Menghitung nilai prediksi langkah demi langkah
12. Menghitung nilai prediksi langkah demi langkah
(1) Pertama, gunakan 1000 pasien (N) untuk mengatur tabel 2 × 2
menggunakan perkiraan baru prevalensi klinis diare bakteri 0,02 atau
20 dari 1000.
(2) Selanjutnya, kalikan angka sakit (S) dengan sensitivitas 0,85 x 20 = 17
(Nilai PB) dan angka tidak sakit (T) dengan spesifisitas 0,88 X 980 =
862 (nilai NB). Bulatkan decimal).
(3) Isi kotak PF= 980-862= 118 dan kotak NF = 20 – 17 = 3.
(4) Hitung NR+, NR-, NAF, dan NKF:
Nilai Ramal positif (NR+) = PB / (PB + PF) = 17 / 135 = 0,13(13%)

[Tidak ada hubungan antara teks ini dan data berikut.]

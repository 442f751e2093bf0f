"""Comments above cards, and the places of lines they depend on."""

from __future__ import annotations

from pathlib import Path

import pytest
from hypothesis import given, settings
from hypothesis import strategies as st

from evenstage.netlist.rewriting.comments import card_line, comment_above, line_end, line_start
from evenstage.netlist.rewriting.edits import apply_edits
from evenstage.source import SourceText

quick = settings(max_examples=60, deadline=None)
texts = st.text(st.sampled_from("ab +*\r\n"), max_size=30).map(str.encode)


def commented(data: bytes, offset: int, text: str = "why") -> bytes:
    source = SourceText(Path("a.sp"), data, "a.sp")
    return apply_edits(source, [comment_above(source, offset, text)])


class TestLineStart:
    @quick
    @given(texts, st.integers(0, 30))
    def test_agrees_with_the_line_numbers_of_messages(self, data: bytes, offset: int) -> None:
        offset = min(offset, len(data))
        source = SourceText(Path("a.sp"), data, "a.sp")
        start = line_start(data, offset)
        # Between the two bytes of a CR LF the line that they end goes on.
        assert start <= offset
        assert data[start:offset].replace(b"\r\n", b"").count(b"\n") == 0
        assert start == 0 or source.line_number(start) == source.line_number(start - 1) + 1

    def test_a_byte_order_mark_is_no_part_of_the_first_line(self) -> None:
        assert line_start(b"\xef\xbb\xbfm1", 4) == 3


class TestLineEnd:
    @pytest.mark.parametrize(
        ("data", "offset", "expected"),
        [
            (b"ab\r\ncd\n", 1, b"\r\n"),
            (b"ab\r\ncd\n", 5, b"\n"),
            (b"ab\rcd", 1, b"\r"),
            (b"ab\r\ncd", 5, b"\r\n"),
            (b"ab", 1, b"\n"),
        ],
    )
    def test_is_that_of_the_line_or_of_the_one_before(
        self, data: bytes, offset: int, expected: bytes
    ) -> None:
        assert line_end(data, offset) == expected


class TestCardLine:
    @pytest.mark.parametrize(
        ("data", "line"),
        [
            (b"m1 a\n+ w=1\n", b"m1"),
            (b"x\nm1 a\n* c\n\n \t\n$ d\n; e\n  + b\n+ w=1", b"m1"),
            (b"+ w=1\n", b"+"),
            (b"\xef\xbb\xbf+ w=1\n", b"+"),
            (b"m1 a\r\n*\r\n+ w=1\r\n", b"m1"),
            (b"m1 a\r+ w=1", b"m1"),
            (b"m0 b\nm1 w=1\n", b"m1"),
        ],
    )
    def test_climbs_over_continuations_and_what_stands_between(
        self, data: bytes, line: bytes
    ) -> None:
        assert data[card_line(data, data.index(b"w=") if b"w=" in data else 0) :].startswith(line)


class TestCommentAbove:
    def test_stands_on_a_line_of_its_own(self) -> None:
        assert commented(b"m0\n m1 a\n+ b", 10) == b"m0\n* evenstage: why\n m1 a\n+ b"

    def test_all_our_comments_directly_above_give_way(self) -> None:
        data = b"* evenstage: 1\nx\n* evenstage: 2\r\n* evenstage: 3\nm1"
        assert commented(data, len(data)) == b"* evenstage: 1\nx\n* evenstage: why\nm1"

    def test_at_the_very_beginning(self) -> None:
        assert commented(b"* evenstage: old\nm1", 18) == b"* evenstage: why\nm1"
        assert (
            commented(b"\xef\xbb\xbf* evenstage: old\nm1", 21)
            == b"\xef\xbb\xbf* evenstage: why\nm1"
        )

    def test_a_record_is_no_comment_of_this_kind(self) -> None:
        data = b"* evenstage record: key = 7\nm1"
        assert commented(data, len(data)) == b"* evenstage record: key = 7\n* evenstage: why\nm1"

Nilai Ramal negatif (NR-) = NB / (NB + NF) = 862 / 865 = 0,996
Nilai Alaram Palsu (NAF) = (1 – NR+) = 0,87
Nilai Kepastian Palsu (NKF) = ( 1 – NR-) = 0,004
13. (5) Menafsirkan hasil dan memutuskan bagaimana menggunakannya.
• Dibandingkan populasi asli dengan prevalensi 17,3%, kita dapat melihat
bahwa NR+ turun secara signifikan ketika prevalensi menurun.
• Ini adalah aturan utama hubungan antara NR+ dan prevalensi.
Menghitung nilai prediksi langkah demi langkah
Gambar 2.
14. • Niai Ramal + (NR+) sebesar 13% berarti bahwa sebagian besar hal
positif bukanlah hal yang benar-benar positif tetapi, pada
kenyataannya, hal tersebut adalah anak yang tidak mengalami diare
bakteri.
• Untuk setiap tujuh (7) anak yang dirawat dengan antibiotik mengira
mereka mengalami diare bakteri, hanya satu (0,13 X 7= 0,91) yang
benar-benar membutuhkannya.
• Yang lain tidak mendapat manfaat dari pengobatan antibakteri apa
pun.
• Klinisi harus memutuskan apakah lebih baik merawat enam anak
tanpa diare bakteri untuk mengobati orang yang memiliki kelainan,
untuk tidak mengobati siapa pun dengan antibiotik, atau untuk
memesan tes lain untuk lebih menghilangkan positif palsu.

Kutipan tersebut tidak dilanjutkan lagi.